* [PROBLEM DESCRIPTION]
Lines holding the string "noNaN": copy each one from the listing below.

--

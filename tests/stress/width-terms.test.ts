import { expect } from "vitest";
import { fc, test } from "@fast-check/vitest";
import { firstMomentAbove, section, sectionProperties, type SectionPart } from "../../src/section/index.js";
import { sectionPeakShearStress } from "../../src/stress/index.js";
import { sectionWidthTerms } from "../../src/stress/section-width-terms.js";
import { bandWidth, depthBandTerms } from "../../src/stress/width-terms.js";
import { widthAt } from "../../src/stress/bands.js";
import { denseRatios, sectionOracle } from "./golden-oracle.js";

/** Actual and transformed width from the closed-form terms at y (y strictly inside a band). */
function termWidth(terms: ReturnType<typeof sectionWidthTerms>, y: number): { actual: number; transformed: number } {
  const w = bandWidth(terms, y);
  let actual = w.p0 + w.p1 * y;
  let transformed = w.q0 + w.q1 * y;
  for (const a of w.arcs) {
    const u = Math.sqrt(Math.max(a.radius ** 2 - (y - a.centre) ** 2, 0));
    actual += a.k * u;
    transformed += a.kt * u;
  }
  return { actual, transformed };
}

const angle = fc.double({ min: -7, max: 7, noNaN: true });
const part = fc.oneof(
  // (a sweep a hair short of a full turn leaves a slit whose edges cut a sliver thinner than 1e-12 of the depth, merged away)
  fc.record({ start: angle, sweep: fc.oneof(fc.double({ min: 0.1, max: 2 * Math.PI - 1e-3, noNaN: true }), fc.constant(2 * Math.PI)) }).map(
    ({ start, sweep }): SectionPart => ({ kind: "sector", centre: { y: 3, z: -2 }, radius: 40, startAngle: start, sweep }),
  ),
  angle.map((t): SectionPart => ({ kind: "fillet", corner: { y: -5, z: 8 }, radius: 25, orientation: t })),
  fc.constant<SectionPart>({ kind: "circle", centre: { y: 10, z: 0 }, radius: 30 }),
  fc.tuple(fc.double({ min: -50, max: 50, noNaN: true }), fc.double({ min: -50, max: 50, noNaN: true }), fc.boolean()).map(([dz, dy, clockwise]): SectionPart => {
    const points = [
      { y: -20, z: -30 },
      { y: -25, z: 30 },
      { y: 30 + dy, z: 10 + dz },
    ];
    return { kind: "polygon", points: clockwise ? points.reverse() : points };
  }),
);

test.prop([part, fc.double({ min: 0.001, max: 0.999, noNaN: true })], { numRuns: 150 })(
  "sectionWidthTerms(any part, any orientation) gives the section module's width at every height",
  (p, at) => {
    const s = section([p]);
    const props = sectionProperties(s);
    const { top, bottom } = props.extremes;
    const y = bottom + at * (top - bottom);
    const terms = sectionWidthTerms(s, props.centroid.y, [1]);
    const { actual } = termWidth(terms, y - props.centroid.y);
    const cut = firstMomentAbove(s, y);
    expect(actual).toBeCloseTo(cut.widthAbove, 9);
    // the peak found from roots is no less than Q / b anywhere on a dense set
    const peak = sectionPeakShearStress(1, s);
    const ratio = peak.stress * props.secondMomentZ;
    const largest = Math.max(...denseRatios(sectionOracle(s), 100).map((d) => d.ratio));
    expect(ratio).toBeGreaterThanOrEqual(largest * (1 - 1e-12));
  },
);

test.prop([fc.double({ min: 0.05, max: 20, noNaN: true }), fc.double({ min: -0.99, max: 0.99, noNaN: true }).filter((a) => Math.abs(a) > 0.01)], { numRuns: 60 })(
  "sectionWidthTerms(bored two-material plate) carries the actual width and the width times n (transformed)",
  (n, at) => {
    const steel = { elasticModulus: 200e3 };
    const other = { elasticModulus: 200e3 * n };
    const s = section([
      { kind: "polygon", points: [{ y: -60, z: -40 }, { y: -60, z: 40 }, { y: 0, z: 40 }, { y: 0, z: -40 }], material: steel },
      { kind: "polygon", points: [{ y: 0, z: -40 }, { y: 0, z: 40 }, { y: 60, z: 40 }, { y: 60, z: -40 }], material: other },
      { kind: "circle", centre: { y: 25, z: 5 }, radius: 20, hole: true },
    ]);
    const props = sectionProperties(s);
    const ratios = props.parts.map((p) => p.modularRatio);
    const terms = sectionWidthTerms(s, props.centroid.y, ratios);
    const y = 60 * at;
    const w = termWidth(terms, y - props.centroid.y);
    const hole = Math.abs(y - 25) < 20 ? 2 * Math.sqrt(400 - (y - 25) ** 2) : 0;
    const actual = 80 - (y > 0 ? hole : 0);
    expect(w.actual).toBeCloseTo(actual, 9);
    expect(w.transformed).toBeCloseTo(y > 0 ? n * actual : actual, 9);
  },
);

test.prop([fc.double({ min: -30, max: 30, noNaN: true }), fc.double({ min: 1, max: 20, noNaN: true }), fc.boolean()], { numRuns: 60 })(
  "depthBandTerms(trapezoid and circle bands) gives widthAt at every height",
  (centre, radius, hole) => {
    const bands = [
      { kind: "trapezoid" as const, yBottom: -60, yTop: 60, widthBottom: 50, widthTop: 80 },
      { kind: "circle" as const, centreY: centre, radius, hole, modularRatio: 3 },
    ];
    const terms = depthBandTerms(bands);
    for (const y of [-59, -30, centre - radius / 2, centre, centre + radius * 0.9, 45]) {
      const w = termWidth(terms, y === centre ? y + 1e-9 : y);
      expect(w.actual).toBeCloseTo(widthAt(bands, y === centre ? y + 1e-9 : y, "above"), 6);
    }
  },
);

--

* [ANSWER SECTION]
const angle = fc.double({ min: -7, max: 7, noNaN: true });
  fc.record({ start: angle, sweep: fc.oneof(fc.double({ min: 0.1, max: 2 * Math.PI - 1e-3, noNaN: true }), fc.constant(2 * Math.PI)) }).map(
  fc.tuple(fc.double({ min: -50, max: 50, noNaN: true }), fc.double({ min: -50, max: 50, noNaN: true }), fc.boolean()).map(([dz, dy, clockwise]): SectionPart => {
test.prop([part, fc.double({ min: 0.001, max: 0.999, noNaN: true })], { numRuns: 150 })(
test.prop([fc.double({ min: 0.05, max: 20, noNaN: true }), fc.double({ min: -0.99, max: 0.99, noNaN: true }).filter((a) => Math.abs(a) > 0.01)], { numRuns: 60 })(
test.prop([fc.double({ min: -30, max: 30, noNaN: true }), fc.double({ min: 1, max: 20, noNaN: true }), fc.boolean()], { numRuns: 60 })(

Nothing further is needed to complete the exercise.